Я смотрю на него сквозь ресницы, моя вторая рука на его молнии. Я осторожно тяну ее, проникая рукой в его брюки, ища его отвлекающий маневр. Несколько осторожных поглаживаний, и он становится твердым, его член вырывается из штанов. Его лицо ничего не выражает, бесстрастное, он продолжает затягиваться сигаретой. Я сжимаю руку в кулак и начинаю скользить по его члену вперед-назад, необрезанная плоть поднимается вверх, прикрывая головку, и опускается обратно с каждым осторожным движением.

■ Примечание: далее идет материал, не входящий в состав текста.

class AlarmSet:
    """Every alarm of one stream, fed block by block.

    Args:
        sample_rate_hz: nominal sample rate, Hz (turns the settings' seconds into
            sample counts).
        force_min_n, force_max_n: calibrated range, N (profile ``[limits]``).
        travel_m: distance to the mechanical stop, m, or None (no travel alarm).
        settings: thresholds; :class:`AlarmSettings` defaults when None.
        rule: settling rule that decides when the unloaded reading is settled (zero
            drift); by default ``SettlingRule.for_range(force_min_n, force_max_n)``.
        tares: stream positions at which a zero (tare) applied (a replay passes the
            recorded ones; a live run calls :meth:`tare_at`).
        monitor: a settling monitor, with the same rule and rate, that its owner feeds
            each block before the alarms: the zero-drift alarm then reads its trace
            instead of computing the same one again (default: a monitor of its own).
    """

    def __init__(
        self,
        sample_rate_hz: float,
        force_min_n: float,
        force_max_n: float,
        *,
        travel_m: float | None = None,
        settings: AlarmSettings | None = None,
        rule: SettlingRule | None = None,
        tares: Iterable[int] = (),
        monitor: SettlingMonitor | None = None,
    ) -> None:
        _check("sample_rate_hz", sample_rate_hz, 0.0, open_low=True)
        _check("force_min_n", force_min_n, -math.inf)
        _check("force_max_n", force_max_n, -math.inf)
        if not force_min_n < force_max_n:
            raise ParameterError(
                f"force_min_n = {force_min_n!r}: must be below force_max_n = {force_max_n!r}"
            )
        if travel_m is not None:
            _check("travel_m", travel_m, 0.0, open_low=True)
        self.settings = s = settings if settings is not None else AlarmSettings()
        if not isinstance(s, AlarmSettings):
            raise ParameterError(f"settings = {settings!r}: must be an AlarmSettings")
        self.sample_rate_hz = fs = float(sample_rate_hz)
        self.rule = rule if rule is not None else SettlingRule.for_range(force_min_n, force_max_n)
        span = force_max_n - force_min_n
        shared = monitor is not None
        if monitor is None:
            monitor = SettlingMonitor(
                self.rule, fs, force_min_n=force_min_n, force_max_n=force_max_n
            )
        clear_hold = max(1, round(s.overload_clear_hold_s * fs))
        detectors: list[Any] = [
            _Overload(
                force_min_n, force_max_n, s.overload_clear_margin_fraction * span, clear_hold
            )
        ]
        if travel_m is not None:
            detectors.append(
                _Travel(travel_m, s.travel_raise_fraction, s.travel_clear_fraction, clear_hold)
            )
        detectors += [
            _Mismatch(s),
            _Loss(
                max(1, round(s.loss_window_s * fs)), s.loss_raise_fraction, s.loss_clear_fraction
            ),
            _Stall(s.stall_timeout_s, s.stall_clear_after_s),
            _Drift(
                monitor,
                s.drift_raise_fraction * span,
                s.drift_clear_fraction * span,
                s.drift_unloaded_fraction * span,
                max(1, round(s.drift_hold_s * fs)),
                shared=shared,
            ),
        ]
        self._detectors = detectors
        self._stall: _Stall = next(d for d in detectors if isinstance(d, _Stall))
        self._pos = 0
        self._tares: list[int] = []
        self._active: dict[str, ActiveAlarm] = {}
        for index in tares:
            self.tare_at(index)

    @classmethod
    def for_profile(
        cls,
        profile: CellProfile,
        settings: AlarmSettings | None = None,
        *,
        rule: SettlingRule | None = None,
        tares: Iterable[int] = (),
        monitor: SettlingMonitor | None = None,
    ) -> AlarmSet:
        """The alarms of a cell profile (rate from ``[acquisition]``, range from ``[limits]``)."""
        lim = profile.limits
        return cls(
            profile.acquisition.sample_rate_hz,
            lim.force_min_n,
            lim.force_max_n,
            travel_m=lim.travel_m,
            settings=settings,
            rule=rule,
            tares=tares,
            monitor=monitor,
        )

    # ------------------------------------------------------------------ queries
    @property
    def samples_seen(self) -> int:
        """How many samples have been fed."""
        return self._pos

    def describe(self) -> list[str]:
        """One line per alarm: its rule and thresholds, for the user."""
        return [d.describe() for d in self._detectors]

    def active(self) -> list[ActiveAlarm]:
        """The alarms raised now, in the order of :data:`ALARM_IDS`."""
        return [self._active[i] for i in ALARM_IDS if i in self._active]

    def acknowledge(self, alarm_id: str) -> bool:
        """Mark an active alarm as seen; True if it was active.

        Acknowledging does not clear the alarm: it stays active until its condition
        clears. Raises ParameterError for an unknown id.
        """
        if alarm_id not in ALARM_IDS:
            raise ParameterError(
                f"alarm_id = {alarm_id!r}: unknown; known ids: {', '.join(ALARM_IDS)}"
            )
        alarm = self._active.get(alarm_id)
        if alarm is None:
            return False
        self._active[alarm_id] = ActiveAlarm(
            alarm.alarm_id,
            alarm.severity,
            alarm.message,
            alarm.raised_index,
            alarm.raised_time_s,
            alarm.clock,
            acknowledged=True,
        )
        return True

    # ------------------------------------------------------------------ feeding
    def tare_at(self, index: int) -> None:
        """A zero (tare) applies from stream position ``index`` on (``Tare.index``)."""
        if isinstance(index, bool) or not isinstance(index, int | np.integer):
            raise ParameterError(f"tare index = {index!r}: must be an integer stream position")
        if index < self._pos:
            raise ParameterError(
                f"tare index = {index}: samples up to {self._pos - 1} are already judged; "
                "a tare applies from the next sample on"
            )
        self._tares.append(int(index))
        self._tares.sort()

    def update(self, estimates: np.ndarray, samples: np.ndarray) -> list[AlarmChange]:
        """Feed one block; returns its alarm transitions in stream order.

        Args:
            estimates: ``ESTIMATE_DTYPE`` array, shape (n,).
            samples: the same n samples, a structured array with at least the fields
                ``seq`` (sequence number) and ``host_time_s`` (host receive time, s;
                NaN where unknown), e.g. a ``daq.samples.SAMPLE_DTYPE`` block.
        """
        if not isinstance(estimates, np.ndarray) or estimates.dtype != ESTIMATE_DTYPE:
            dtype = getattr(estimates, "dtype", type(estimates).__name__)
            raise ParameterError(
                f"estimates have dtype {dtype}; pass an estimator.observer.ESTIMATE_DTYPE array"
            )
        names = getattr(getattr(samples, "dtype", None), "names", None) or ()
        if "seq" not in names or "host_time_s" not in names:
            raise ParameterError(
                f"samples have fields {names}; pass a sample block with 'seq' and 'host_time_s'"
            )
        est, smp = estimates.reshape(-1), samples.reshape(-1)
        if est.size != smp.size:
            raise ParameterError(
                f"{est.size} estimates but {smp.size} samples: pass the estimates of these samples"
            )
        n = est.size
        if n == 0:
            return []
        pos = self._pos + np.arange(n, dtype=np.int64)
        end = self._pos + n
        tares = sorted({t - self._pos for t in self._tares if t < end})
        self._tares = [t for t in self._tares if t >= end]
        block = _Block(est, smp, pos, tares)
        changes = []
        for detector in self._detectors:
            changes += detector.process(block)
        self._pos = end
        return self._apply(changes)

    def tick(self, now_s: float) -> list[AlarmChange]:
        """Tell the alarms the host time now, s (same clock as ``host_time_s``).

        Call it only after every sample received up to ``now_s`` has been fed. Raises
        the stalled-stream alarm when the last sample is older than the timeout; the
        transition carries the same time and position as a replay finds later.
        """
        if not (isinstance(now_s, int | float) and math.isfinite(now_s)):
            raise ParameterError(f"now_s = {now_s!r}: must be a finite host time in s")
        return self._apply(self._stall.tick(float(now_s)))

    def _apply(self, changes: list[AlarmChange]) -> list[AlarmChange]:
        order = {alarm_id: i for i, alarm_id in enumerate(ALARM_IDS)}
        changes.sort(key=lambda c: (c.index, order[c.alarm_id]))
        for c in changes:
            if c.event == RAISED:
                self._active[c.alarm_id] = ActiveAlarm(
                    c.alarm_id, c.severity, c.message, c.index, c.time_s, c.clock
                )
            else:
                self._active.pop(c.alarm_id, None)
        return changes
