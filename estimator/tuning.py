"""Measurement noise from a quiet record, and observer tuning by innovation likelihood.

* `noise_from_quiet`: the transducer's white noise from a stretch with the cell unloaded
  and at rest: the residual standard deviation about a straight line (slow drift
  removed), less the quantisation variance LSB²/12 that the observer adds itself.
* `fit_observer`: the noise, the hold model's intensity and the scale of the rate
  models' intensities that maximise the record's innovation log-likelihood
  ``ℓ = Σ ln p(z_k | z_1..k−1)`` of the multiple-model observer (the prediction-error
  decomposition of the likelihood of a state-space model; e.g. Harvey, "Forecasting,
  structural time series models and the Kalman filter", 1989, from memory), on any
  record: steps, ramps, sines or a free-running load.
* `compare_on_steps`: the noise of the held levels and the settling time after each
  step, for several observers (the multiple-model observer's jump model keeps even a
  quiet hold model quick at a step).
"""

from __future__ import annotations

import math
from collections.abc import Sequence
from dataclasses import dataclass

import numpy as np
from numpy.typing import ArrayLike

from estimator.errors import EstimatorError
from estimator.loggrid import ascend
from estimator.observer import ForceObserver, ObserverTuning, process_noise_for_bandwidth
from estimator.plant import Plant
from estimator.settling import time_to_settle

_BLOCK = 65_536  # samples per observer call while fitting (the estimates are not kept)

#: The rate models' scale is searched down to 1 over this factor: about one spacing of the
#: bank's rate intensities (×25), below which the bank's own slower rates cover a load. A
#: record with no smooth stretch says nothing of them, and the likelihood then drives the
#: scale towards 0: on an invented overdamped cell's staircase it fitted 2·10⁻⁷, which made
#: that cell's sines 2.8 times worse with ±2σ covering 0.60. Stopped at this limit, the
#: search says so and `forcelens tune` keeps the profile's value. Upwards it is free: a
#: load rougher than the bank's fastest rate is real information.
RATE_SCALE_LIMIT = 25.0

#: The hold model's intensity is searched down to that of this bandwidth only. A held load
#: that is truly constant drives it towards 0 (the hold model's gain with it: it then
#: averages for ever), and a record's ±2σ coverage then rests on a handful of independent
#: errors: tuned on invented staircases, pulses on three of six cells covered 0.996–0.999.
#: 2 Hz is the lowest bandwidth that left no benchmark record above 0.99
#: (docs/method-observer.md, section 2.1).
HOLD_BANDWIDTH_MIN_HZ = 2.0

__all__ = [
    "HOLD_BANDWIDTH_MIN_HZ",
    "RATE_SCALE_LIMIT",
    "NoiseEstimate",
    "ObserverFit",
    "StepComparison",
    "compare_on_steps",
    "fit_observer",
    "noise_from_quiet",
]


@dataclass(frozen=True)
class NoiseEstimate:
    """White transducer noise from a quiet stretch.

    Attributes:
        noise_m: noise standard deviation without the quantisation part, m.
        residual_std_m: standard deviation about the fitted line, m.
        samples: samples used.
    """

    noise_m: float
    residual_std_m: float
    samples: int


def noise_from_quiet(
    time_s: ArrayLike, displacement_m: ArrayLike, resolution_m: float = 0.0
) -> NoiseEstimate:
    """Noise of a quiet stretch (cell unloaded, at rest); arrays of shape (n,), n ≥ 20."""
    t = np.asarray(time_s, dtype=float)
    x = np.asarray(displacement_m, dtype=float)
    keep = np.isfinite(t) & np.isfinite(x)
    t, x = t[keep], x[keep]
    if t.size < 20:
        raise EstimatorError(
            f"quiet stretch: {t.size} valid samples; give at least 20 (a longer stretch)"
        )
    coef = np.polyfit(t - t.mean(), x, 1)
    resid = x - np.polyval(coef, t - t.mean())
    std = float(np.sqrt(np.sum(resid**2) / (t.size - 2)))
    white = max(std**2 - resolution_m**2 / 12.0, 0.0)
    return NoiseEstimate(math.sqrt(white), std, int(t.size))


@dataclass(frozen=True)
class ObserverFit:
    """The observer's noise and intensities that maximise a record's likelihood.

    Attributes:
        noise_m: transducer white noise (quantisation not included), m.
        q_hold_n2_per_s: the hold model's random-walk intensity, N²/s.
        rate_scale: factor on the rate models' default intensities.
        log_likelihood: the record's innovation log-likelihood with them (nats).
        start_log_likelihood: the same with the values the search started from.
        at_edge: parameter names whose search stopped at its widest (not pinned down).
        evaluations: runs of the observer over the record.
    """

    noise_m: float
    q_hold_n2_per_s: float
    rate_scale: float
    log_likelihood: float
    start_log_likelihood: float
    at_edge: tuple[str, ...]
    evaluations: int


def fit_observer(
    plant: Plant,
    sample_period_s: float,
    noise_m: float,
    resolution_m: float,
    time_s: ArrayLike,
    displacement_m: ArrayLike,
    *,
    force_range_n: float,
    q_hold_n2_per_s: float,
    rate_scale: float = 1.0,
    gate_sigma: float = 5.0,
    fit_noise: bool = True,
) -> ObserverFit:
    """Fit the noise, the hold intensity and the rate scale by likelihood on a record.

    Any record will do (steps, ramps, sines, a free-running load): the likelihood of
    the multiple-model observer weighs every part by the model that explains it.
    Coordinate ascent on log grids (:func:`estimator.loggrid.ascend`), widened while
    the best value sits on an edge, the rate scale not below ``1/RATE_SCALE_LIMIT`` and
    the hold intensity not below that of ``HOLD_BANDWIDTH_MIN_HZ``;
    ``noise_m`` and the intensities are the start, and with ``fit_noise`` false (noise
    known from a quiet stretch) the noise stays as given.
    """
    t = np.asarray(time_s, dtype=float)
    z = np.asarray(displacement_m, dtype=float)

    def loglik(p: tuple[float, ...]) -> float:
        noise = noise_m * p[2] if len(p) > 2 else noise_m
        # the hold model as a random walk: its intensity is then the roughness of the
        # held load the record shows, which the observer's floor model takes as the
        # intensity its gain is designed for (ForceModels.floors)
        tuning = ObserverTuning(
            process_noise_n2_per_s=p[0],
            rate_scale=p[1],
            gate_sigma=gate_sigma,
            constant_floor=False,
        )
        obs = ForceObserver(plant, sample_period_s, noise, resolution_m, tuning, force_range_n)
        for i in range(0, t.size, _BLOCK):  # only the likelihood is kept: memory per block
            obs.process(t[i : i + _BLOCK], z[i : i + _BLOCK])
        return obs.log_likelihood

    start = (q_hold_n2_per_s, rate_scale, 1.0)
    steps = (10.0, 4.0, 1.1) if fit_noise else (10.0, 4.0)
    q_min = process_noise_for_bandwidth(
        HOLD_BANDWIDTH_MIN_HZ,
        plant.stiffness_n_per_m,
        noise_m**2 + resolution_m**2 / 12.0,
        sample_period_s,
    )
    limits = ((q_min, math.inf), (1.0 / RATE_SCALE_LIMIT, math.inf), None)
    result = ascend(loglik, start[: len(steps)], steps, limits=limits[: len(steps)])
    q_hold, scale = result.point[0], result.point[1]
    noise_scale = result.point[2] if fit_noise else 1.0
    names = ("q_hold_n2_per_s", "rate_scale", "noise_m")
    return ObserverFit(
        noise_m=noise_m * noise_scale,
        q_hold_n2_per_s=q_hold,
        rate_scale=scale,
        log_likelihood=result.value,
        start_log_likelihood=loglik(start[: len(steps)]),
        at_edge=tuple(n for n, e in zip(names, result.at_edge, strict=False) if e),
        evaluations=result.evaluations + 1,
    )


@dataclass(frozen=True)
class StepComparison:
    """One observer on a staircase: noise on the holds and settling after the steps."""

    label: str
    hold_noise_n: float
    settling_s: tuple[float, ...]

    @property
    def median_settling_s(self) -> float:
        """Median settling time over the steps, s."""
        return float(np.median(self.settling_s)) if self.settling_s else math.nan


def compare_on_steps(
    observers: Sequence[tuple[str, ForceObserver]],
    time_s: ArrayLike,
    displacement_m: ArrayLike,
    true_force_n: ArrayLike,
    steps: Sequence[tuple[float, float]],
    *,
    band: float = 0.02,
) -> list[StepComparison]:
    """Run each (label, observer) over a staircase record and measure it.

    Args:
        steps: (time of the step s, level after it N), in time order.
        band: settling band, fraction of the step (2 %, common practice).
    """
    t = np.asarray(time_s, dtype=float)
    z = np.asarray(displacement_m, dtype=float)
    truth = np.asarray(true_force_n, dtype=float)
    ends = [s[0] for s in steps[1:]] + [float(t[-1])]
    levels_before = [float(truth[np.searchsorted(t, s[0]) - 1]) for s in steps]
    out = []
    for label, obs in observers:
        f = obs.process(t, z)["force_n"]
        settle, noise = [], []
        for (t0, level), t1, before in zip(steps, ends, levels_before, strict=True):
            tol = band * abs(level - before)
            settle.append(time_to_settle(t, f, t0, t1, level, tol))
            hold = (t >= t0 + 0.5 * (t1 - t0)) & (t < t1)
            noise.append(float(np.std(f[hold] - truth[hold])))
        out.append(StepComparison(label, float(np.sqrt(np.mean(np.square(noise)))),
                                  tuple(settle)))  # fmt: skip
    return out
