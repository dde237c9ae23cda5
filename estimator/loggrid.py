"""Maximising a function of positive parameters by coordinate ascent on log grids.

Each parameter is moved by a factor (the grid step) up or down while that raises the
function; a move that would take it further than ``widen`` steps from its start, or out
of its ``limits``, is not made, and the result then says which parameter stopped at the
edge of what was searched. A second pass with the square root of each step refines the
point. Used to fit intensities and noise by the innovation likelihood (tuning and
smoothing), where the likelihood is smooth and has one maximum per parameter in practice.
"""

from __future__ import annotations

import math
from collections.abc import Callable, Sequence
from dataclasses import dataclass

__all__ = ["GridAscent", "ascend"]


@dataclass(frozen=True)
class GridAscent:
    """Where the ascent stopped.

    Attributes:
        point: the parameters, in the order given.
        value: the function there.
        at_edge: per parameter, True when it stopped ``widen`` steps from its start or
            where the next better step was out of its limits.
        evaluations: how many times the function was called.
    """

    point: tuple[float, ...]
    value: float
    at_edge: tuple[bool, ...]
    evaluations: int


def ascend(
    f: Callable[[tuple[float, ...]], float],
    start: Sequence[float],
    steps: Sequence[float],
    *,
    widen: int = 12,
    limits: Sequence[tuple[float, float] | None] | None = None,
) -> GridAscent:
    """Coordinate ascent of ``f`` from ``start`` (all > 0) with factors ``steps`` (> 1),
    each parameter within its ``limits`` ``(low, high)`` (None: unlimited)."""
    if len(start) != len(steps) or any(s <= 0 for s in start) or any(g <= 1 for g in steps):
        raise ValueError("ascend: give one start > 0 and one step > 1 per parameter")
    bounds = list(limits) if limits is not None else [None] * len(start)
    if len(bounds) != len(start):
        raise ValueError("ascend: give one limit (or None) per parameter")
    cache: dict[tuple[float, ...], float] = {}

    def value(p: list[float]) -> float:
        key = tuple(round(math.log(v), 9) for v in p)
        if key not in cache:
            cache[key] = f(tuple(p))
        return cache[key]

    point = list(start)
    edge = [False] * len(point)
    for factor in (1.0, 0.5):
        for axis, step in enumerate(steps):
            g = step**factor
            for _ in range(widen):
                here = value(point)
                up, down = point.copy(), point.copy()
                up[axis] *= g
                down[axis] /= g
                l_up, l_down = value(up), value(down)
                if l_up > here and l_up >= l_down:
                    better = up
                elif l_down > here:
                    better = down
                else:
                    break
                low, high = bounds[axis] or (0.0, math.inf)
                if not low <= better[axis] <= high:
                    edge[axis] = True  # still climbing, towards its limit
                    break
                point = better
            else:  # still climbing after `widen` moves
                edge[axis] = True
    return GridAscent(tuple(point), value(point), tuple(edge), len(cache))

Я смачиваю губы и широко открываю рот, дразня нижнюю часть его твердости щелчком языка, прежде чем взять его в рот. На вкус он соленый и горький, и мне приходится мысленно подбадривать себя, чтобы не остановиться.
Давай. Ты можешь это сделать. Что такое маленький минет? Ты убийца, малышка.
Ух. Прозвище Дорнана для меня, в моем собственном сознании, в ободряющей речи, которую я даю себе, просто неправильно. Я не знаю, смеяться мне или плакать, но и то и другое было бы неуместно в роли преданной клубной шлюхи, поэтому я подавляю их, как подавляю свой рвотный рефлекс, вбирая его в горло.